### What you have to do:
Top to bottom, output the entries that follow exactly.

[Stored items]
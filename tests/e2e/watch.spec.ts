import { readFileSync } from 'node:fs';
import { expect, type Page, test } from '@playwright/test';
import { BAD_TRACE_TEXT, watchTraceText } from '../support/watch-traces';
import { guardEveryPage } from './page-guard';

/*
 * "Follow a folder" in Chromium against a real folder handle: the test fills a folder of the
 * origin-private file system (navigator.storage.getDirectory(), real files the browser reads
 * through the File System Access API) and stands it in for the folder picker, so the page's own
 * read path runs: entries(), getFile(), the trace worker. Traces are invented
 * (tests/support/watch-traces.ts). A third file is written in pieces, each piece committed, as a
 * digitiser's file grows; a bad file comes in the middle.
 */

const ARTIFACTS = 'test-results/artifacts';

guardEveryPage();

/** Writes `text` into the test folder (a new file, or the first `upTo` characters of it). */
async function writeFile(page: Page, name: string, text: string): Promise<void> {
  await page.evaluate(
    async ({ name, text }) => {
      const root = await navigator.storage.getDirectory();
      const dir = await root.getDirectoryHandle('run-12', { create: true });
      const file = await dir.getFileHandle(name, { create: true });
      const w = await file.createWritable();
      await w.write(text);
      await w.close();
    },
    { name, text },
  );
}

async function listFolder(page: Page): Promise<{ name: string; size: number; modified: number }[]> {
  return page.evaluate(async () => {
    const root = await navigator.storage.getDirectory();
    const dir = await root.getDirectoryHandle('run-12', { create: true });
    const out: { name: string; size: number; modified: number }[] = [];
    // biome-ignore lint/suspicious/noExplicitAny: entries() is not in every DOM library.
    for await (const [name, handle] of (dir as any).entries()) {
      const f = await (handle as FileSystemFileHandle).getFile();
      out.push({ name, size: f.size, modified: f.lastModified });
    }
    return out.sort((a, b) => a.name.localeCompare(b.name));
  });
}

async function rows(page: Page): Promise<number> {
  return page.getByRole('table', { name: /Each file’s time/ }).locator('tbody tr').count();
}

test.describe('follow a folder', () => {
  test.beforeEach(async ({ page }) => {
    await page.goto('/');
    await page.evaluate(async () => {
      const root = await navigator.storage.getDirectory();
      await root.removeEntry('run-12', { recursive: true }).catch(() => undefined);
      const dir = await root.getDirectoryHandle('run-12', { create: true });
      // The folder picker, stood in for by the test's folder (the page asks for read-only access).
      (window as unknown as { showDirectoryPicker: () => Promise<FileSystemDirectoryHandle> }).showDirectoryPicker = async () => dir;
    });
    await page.getByRole('tab', { name: 'Read the temperature' }).click();
    await page.getByRole('tab', { name: 'Follow a folder' }).click();
    await page.getByRole('radio', { name: 'Expected temperature' }).check();
    const look = page.getByRole('textbox', { name: 'Look every' });
    await look.fill('0.3');
    await look.press('Enter');
  });

  test('reads the folder as it fills, survives a bad file and a file written in pieces, alarms, exports, and writes nothing there', async ({ page }, info) => {
    await writeFile(page, 'shot-1.csv', watchTraceText(1.86, '2026-11-03T15:00:00Z', 1));
    await writeFile(page, 'shot-2.csv', watchTraceText(1.85, '2026-11-03T15:01:00Z', 2));
    await writeFile(page, 'notes.txt', 'not matched by *.csv');
    await page.getByRole('button', { name: 'Choose a folder to follow' }).click();
    await expect.poll(() => rows(page)).toBe(2);
    await expect(page.getByText('Following', { exact: true }).locator('..')).toContainText('Following folder “run-12” · 2 read');

    await writeFile(page, 'shot-3-bad.csv', BAD_TRACE_TEXT);
    // shot-4 grows piece by piece, each piece committed (a new, longer file each time).
    const text = watchTraceText(1.84, '2026-11-03T15:03:00Z', 4);
    for (let i = 1; i <= 6; i++) {
      await writeFile(page, 'shot-4.csv', text.slice(0, Math.round((text.length * i) / 6)));
      await page.waitForTimeout(120);
    }
    await expect.poll(() => rows(page)).toBe(3);
    const notRead = page.getByRole('list', { name: 'Files not read' });
    await expect(notRead).toContainText('shot-3-bad.csv');
    await expect(notRead.locator('li')).toHaveCount(1);
    const temperatures = await page.getByRole('table', { name: /Each file’s time/ }).locator('tbody tr td:nth-child(5)').allTextContents();
    // Newest first; each reads a little warm: the half-height pick lies about 10 µs after the
    // invented pulse's onset, 5–10 mK at 50 mm (the offset t₀ would take it out).
    const read = temperatures.map((t) => Number(t.split(' ')[0]));
    [1.84, 1.85, 1.86].forEach((made, i) => {
      expect((read[i] as number) - made).toBeGreaterThan(0);
      expect((read[i] as number) - made).toBeLessThan(0.012);
    });

    await page.getByRole('checkbox', { name: /Band: alarm outside/ }).check();
    await expect.poll(() => page.title()).toMatch(/^\(!\) Band alarm: 1\.84\d\d K is .* above the band 1\.7950 K–1\.8050 K/);
    await expect(page.getByRole('alert').filter({ hasText: 'Alarm:' })).toBeVisible();
    await expect(page.locator('tr.watch-row--crossing')).toHaveCount(1);

    await page.setViewportSize({ width: 1440, height: 1000 });
    await page.screenshot({ path: `${ARTIFACTS}/watch-1440.png`, fullPage: true });
    await page.setViewportSize({ width: 390, height: 900 });
    await expect.poll(() => page.evaluate(() => document.documentElement.scrollWidth)).toBeLessThanOrEqual(390);
    await page.screenshot({ path: `${ARTIFACTS}/watch-390.png`, fullPage: true });
    await page.setViewportSize({ width: 1280, height: 720 });

    const [download] = await Promise.all([page.waitForEvent('download'), page.getByRole('button', { name: 'Export the series as CSV' }).click()]);
    const csv = readFileSync(await download.path(), 'utf8').trimEnd().split('\n');
    expect(download.suggestedFilename()).toBe('sekundo-live-series.csv');
    expect(csv[0]?.startsWith('order,file,time,time_from,')).toBe(true);
    expect(csv.slice(1).map((l) => l.split(',')[1])).toEqual(['shot-1.csv', 'shot-2.csv', 'shot-4.csv']);
    expect(csv[3]).toMatch(/began: |1\.84\d+ K is/);
    await info.attach('series', { body: csv.join('\n'), contentType: 'text/csv' });

    // Read-only: the folder holds exactly what the test wrote.
    const before = await listFolder(page);
    await page.getByRole('button', { name: 'Pause' }).click();
    await page.getByRole('button', { name: 'Resume' }).click();
    await page.getByRole('button', { name: 'Stop following' }).click();
    expect(await listFolder(page)).toEqual(before);
    expect(before.map((f) => f.name)).toEqual(['notes.txt', 'shot-1.csv', 'shot-2.csv', 'shot-3-bad.csv', 'shot-4.csv']);
  });

  test('the demo replays invented traces as if they arrived live', async ({ page }) => {
    await page.getByRole('button', { name: 'Replay the invented demo run' }).click();
    await expect.poll(() => rows(page)).toBeGreaterThanOrEqual(2);
    const early = await rows(page);
    await expect.poll(() => rows(page), { timeout: 15_000 }).toBeGreaterThanOrEqual(early + 3);
    await expect(page.getByRole('table', { name: /Each file’s time/ }).locator('tbody tr').first()).toContainText('invented-cooldown-');
    await page.getByRole('button', { name: 'Stop following' }).click();
    await expect(page.getByText('Not following')).toBeVisible();
  });
});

### Result of this task:
filename tests/e2e/watch.spec.ts
import { readFileSync } from 'node:fs';
import { expect, type Page, test } from '@playwright/test';
import { BAD_TRACE_TEXT, watchTraceText } from '../support/watch-traces';
import { guardEveryPage } from './page-guard';

/*
 * "Follow a folder" in Chromium against a real folder handle: the test fills a folder of the
 * origin-private file system (navigator.storage.getDirectory(), real files the browser reads
 * through the File System Access API) and stands it in for the folder picker, so the page's own
 * read path runs: entries(), getFile(), the trace worker. Traces are invented
 * (tests/support/watch-traces.ts). A third file is written in pieces, each piece committed, as a
 * digitiser's file grows; a bad file comes in the middle.
 */

const ARTIFACTS = 'test-results/artifacts';

guardEveryPage();

/** Writes `text` into the test folder (a new file, or the first `upTo` characters of it). */
async function writeFile(page: Page, name: string, text: string): Promise<void> {
  await page.evaluate(
    async ({ name, text }) => {
      const root = await navigator.storage.getDirectory();
      const dir = await root.getDirectoryHandle('run-12', { create: true });
      const file = await dir.getFileHandle(name, { create: true });
      const w = await file.createWritable();
      await w.write(text);
      await w.close();
    },
    { name, text },
  );
}

async function listFolder(page: Page): Promise<{ name: string; size: number; modified: number }[]> {
  return page.evaluate(async () => {
    const root = await navigator.storage.getDirectory();
    const dir = await root.getDirectoryHandle('run-12', { create: true });
    const out: { name: string; size: number; modified: number }[] = [];
    // biome-ignore lint/suspicious/noExplicitAny: entries() is not in every DOM library.
    for await (const [name, handle] of (dir as any).entries()) {
      const f = await (handle as FileSystemFileHandle).getFile();
      out.push({ name, size: f.size, modified: f.lastModified });
    }
    return out.sort((a, b) => a.name.localeCompare(b.name));
  });
}

async function rows(page: Page): Promise<number> {
  return page.getByRole('table', { name: /Each file’s time/ }).locator('tbody tr').count();
}

test.describe('follow a folder', () => {
  test.beforeEach(async ({ page }) => {
    await page.goto('/');
    await page.evaluate(async () => {
      const root = await navigator.storage.getDirectory();
      await root.removeEntry('run-12', { recursive: true }).catch(() => undefined);
      const dir = await root.getDirectoryHandle('run-12', { create: true });
      // The folder picker, stood in for by the test's folder (the page asks for read-only access).
      (window as unknown as { showDirectoryPicker: () => Promise<FileSystemDirectoryHandle> }).showDirectoryPicker = async () => dir;
    });
    await page.getByRole('tab', { name: 'Read the temperature' }).click();
    await page.getByRole('tab', { name: 'Follow a folder' }).click();
    await page.getByRole('radio', { name: 'Expected temperature' }).check();
    const look = page.getByRole('textbox', { name: 'Look every' });
    await look.fill('0.3');
    await look.press('Enter');
  });

  test('reads the folder as it fills, survives a bad file and a file written in pieces, alarms, exports, and writes nothing there', async ({ page }, info) => {
    await writeFile(page, 'shot-1.csv', watchTraceText(1.86, '2026-11-03T15:00:00Z', 1));
    await writeFile(page, 'shot-2.csv', watchTraceText(1.85, '2026-11-03T15:01:00Z', 2));
    await writeFile(page, 'notes.txt', 'not matched by *.csv');
    await page.getByRole('button', { name: 'Choose a folder to follow' }).click();
    await expect.poll(() => rows(page)).toBe(2);
    await expect(page.getByText('Following', { exact: true }).locator('..')).toContainText('Following folder “run-12” · 2 read');

    await writeFile(page, 'shot-3-bad.csv', BAD_TRACE_TEXT);
    // shot-4 grows piece by piece, each piece committed (a new, longer file each time).
    const text = watchTraceText(1.84, '2026-11-03T15:03:00Z', 4);
    for (let i = 1; i <= 6; i++) {
      await writeFile(page, 'shot-4.csv', text.slice(0, Math.round((text.length * i) / 6)));
      await page.waitForTimeout(120);
    }
    await expect.poll(() => rows(page)).toBe(3);
    const notRead = page.getByRole('list', { name: 'Files not read' });
    await expect(notRead).toContainText('shot-3-bad.csv');
    await expect(notRead.locator('li')).toHaveCount(1);
    const temperatures = await page.getByRole('table', { name: /Each file’s time/ }).locator('tbody tr td:nth-child(5)').allTextContents();
    // Newest first; each reads a little warm: the half-height pick lies about 10 µs after the
    // invented pulse's onset, 5–10 mK at 50 mm (the offset t₀ would take it out).
    const read = temperatures.map((t) => Number(t.split(' ')[0]));
    [1.84, 1.85, 1.86].forEach((made, i) => {
      expect((read[i] as number) - made).toBeGreaterThan(0);
      expect((read[i] as number) - made).toBeLessThan(0.012);
    });

    await page.getByRole('checkbox', { name: /Band: alarm outside/ }).check();
    await expect.poll(() => page.title()).toMatch(/^\(!\) Band alarm: 1\.84\d\d K is .* above the band 1\.7950 K–1\.8050 K/);
    await expect(page.getByRole('alert').filter({ hasText: 'Alarm:' })).toBeVisible();
    await expect(page.locator('tr.watch-row--crossing')).toHaveCount(1);

    await page.setViewportSize({ width: 1440, height: 1000 });
    await page.screenshot({ path: `${ARTIFACTS}/watch-1440.png`, fullPage: true });
    await page.setViewportSize({ width: 390, height: 900 });
    await expect.poll(() => page.evaluate(() => document.documentElement.scrollWidth)).toBeLessThanOrEqual(390);
    await page.screenshot({ path: `${ARTIFACTS}/watch-390.png`, fullPage: true });
    await page.setViewportSize({ width: 1280, height: 720 });

    const [download] = await Promise.all([page.waitForEvent('download'), page.getByRole('button', { name: 'Export the series as CSV' }).click()]);
    const csv = readFileSync(await download.path(), 'utf8').trimEnd().split('\n');
    expect(download.suggestedFilename()).toBe('sekundo-live-series.csv');
    expect(csv[0]?.startsWith('order,file,time,time_from,')).toBe(true);
    expect(csv.slice(1).map((l) => l.split(',')[1])).toEqual(['shot-1.csv', 'shot-2.csv', 'shot-4.csv']);
    expect(csv[3]).toMatch(/began: |1\.84\d+ K is/);
    await info.attach('series', { body: csv.join('\n'), contentType: 'text/csv' });

    // Read-only: the folder holds exactly what the test wrote.
    const before = await listFolder(page);
    await page.getByRole('button', { name: 'Pause' }).click();
    await page.getByRole('button', { name: 'Resume' }).click();
    await page.getByRole('button', { name: 'Stop following' }).click();
    expect(await listFolder(page)).toEqual(before);
    expect(before.map((f) => f.name)).toEqual(['notes.txt', 'shot-1.csv', 'shot-2.csv', 'shot-3-bad.csv', 'shot-4.csv']);
  });

  test('the demo replays invented traces as if they arrived live', async ({ page }) => {
    await page.getByRole('button', { name: 'Replay the invented demo run' }).click();
    await expect.poll(() => rows(page)).toBeGreaterThanOrEqual(2);
    const early = await rows(page);
    await expect.poll(() => rows(page), { timeout: 15_000 }).toBeGreaterThanOrEqual(early + 3);
    await expect(page.getByRole('table', { name: /Each file’s time/ }).locator('tbody tr').first()).toContainText('invented-cooldown-');
    await page.getByRole('button', { name: 'Stop following' }).click();
    await expect(page.getByText('Not following')).toBeVisible();
  });
});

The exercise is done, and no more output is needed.